B. How should small business be defined or recognized for the purpose of the proposed guidelines?
    Several provisions in FSMA require FDA to define small and very small business. For example, section 103(a) of FSMA amends the FD&C Act by adding section 418 (21 U.S.C. 350g) regarding ``Hazard Analysis and Risk-Based Preventive Controls.’’ Section 418(n)(1)(B) of the FD&C Act requires FDA to define ``small business’’ and ``very small business’’ for the purpose of the preventive control regulations for facilities.
Similarly, FSMA section 105(a) amends the FD&C Act by adding section 419 (21 U.S.C. 350h) regarding standards for produce safety. Section
419(a)(3)(F) of the FD&C Act requires FDA to define ``small business’’ and ``very small business’’ for the purpose of the produce safety regulations.
      FDA seeks comment on how a small business should be defined or recognized for purposes of the proposed set of guidelines in consideration of the burden of fee amounts on small business. More specifically, the Agency requests comment on the following questions.
    1. If FDA has defined, by regulation under other FSMA or non-FSMA authorities, an entity as a small or a very small business, should such a definition be considered in the proposed set of guidelines to identify the businesses that may be burdened by the fee amounts under section 743 of the FD&C Act or should the Agency consider a separate definition of small business for purposes of considering the burden of fee amounts? Please explain.
    2. If the Agency relies on an existing regulatory definition of small or very small business that the Agency established under other FSMA or non-FSMA authorities, should any such definition apply in any circumstance where a fee is imposed or only where the fee derives from the rule where such business is defined as a small business? For example, if a facility is reinspected for a violation of the preventive controls regulations, should the Agency consider adjustments to the fee only if the facility meets the definition of small business under the preventive controls regulations, or should the Agency consider such adjustments if the facility meets any definition of small business under any FDA regulation? Please explain.
    3. There may be circumstances where no regulatory definition of small business exists for a given facility. Under these circumstances, what factors or characteristics should FDA use to identify small businesses for which FDA may consider the burden of fee amounts? Please explain.
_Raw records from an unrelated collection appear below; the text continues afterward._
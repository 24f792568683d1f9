import { zodResolver } from "@hookform/resolvers/zod";
import { useEffect } from "react";
import { useForm, useWatch, type FieldErrors, type Path, type UseFormReturn } from "react-hook-form";
import { setupSchema, type Setup } from "@/render/scene/setup";
import { sayConsequences, type Consequences } from "./consequences";
import { readNumber } from "./read-number";

/** The setup as a form, checked at every change, with what follows from it. */
export interface Slip {
  form: UseFormReturn<Setup>;
  values: Setup;
  consequences: Consequences;
  readOnly: boolean;
  /** What a figure field is given: its value, and why it is refused. */
  figure: (path: Path<Setup>) => object;
  word: (path: Path<Setup>) => object;
}

export function useSlip(setup: Setup, readOnly: boolean): Slip {
  const form = useForm<Setup>({ defaultValues: setup, resolver: zodResolver(setupSchema), mode: "onChange" });
  const { control, register, trigger, formState } = form;
  const values = useWatch({ control }) as Setup;
  // One value can forbid another: all are checked whenever one changes.
  useEffect(() => {
    void trigger();
  }, [values, trigger]);
  const error = (path: Path<Setup>) => messageAt(formState.errors, path);
  return {
    form,
    values,
    consequences: sayConsequences(values),
    readOnly,
    figure: (path) => ({ ...register(path, { setValueAs: readNumber }), readOnly, error: error(path) }),
    word: (path) => ({ ...register(path), disabled: readOnly, error: error(path) }),
  };
}

/** The message of the fault at a dotted path. */
function messageAt(errors: FieldErrors<Setup>, path: string): string | undefined {
  let at: unknown = errors;
  for (const name of path.split(".")) at = (at as Record<string, unknown> | undefined)?.[name];
  return (at as { message?: string } | undefined)?.message;
}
Factors to consider could include, but are not limited to, the segment of the food supply chain to which the entity belongs (e.g., growers, processors, importers and distributors, retailers, etc.); the sector to which the entity belongs (e.g., seafood, produce, dairy, eggs, juice, dietary supplements, etc.); the number of employees; the gross revenue, net income, net assets, market liquidity, or other financial measures or ratios; and whether the entity has a subsidiary or is a subsidiary of a parent company.

C. If FDA considers reduced fee amounts in the proposed set of guidelines, what factors should FDA consider in establishing the amount by which fees could be reduced?
    1. Should FDA consider the following:
     A waiver of all of the fees; A percentage reduction of the fees; or a fixed dollar reduction of the fees?
    2. Are there circumstances that justify one approach over another?  Please explain.
    3. Are there other approaches that should be considered? Please explain.

Whew! If Congress has instructed industry at any level, it is that a business must be small to be appreciated. Considering the incentives that Congress has layered into the food safety bill, it will be a “race toward the bottom” for status as a small business entity. Give me local and give me small! And as for the rest of you - pay up!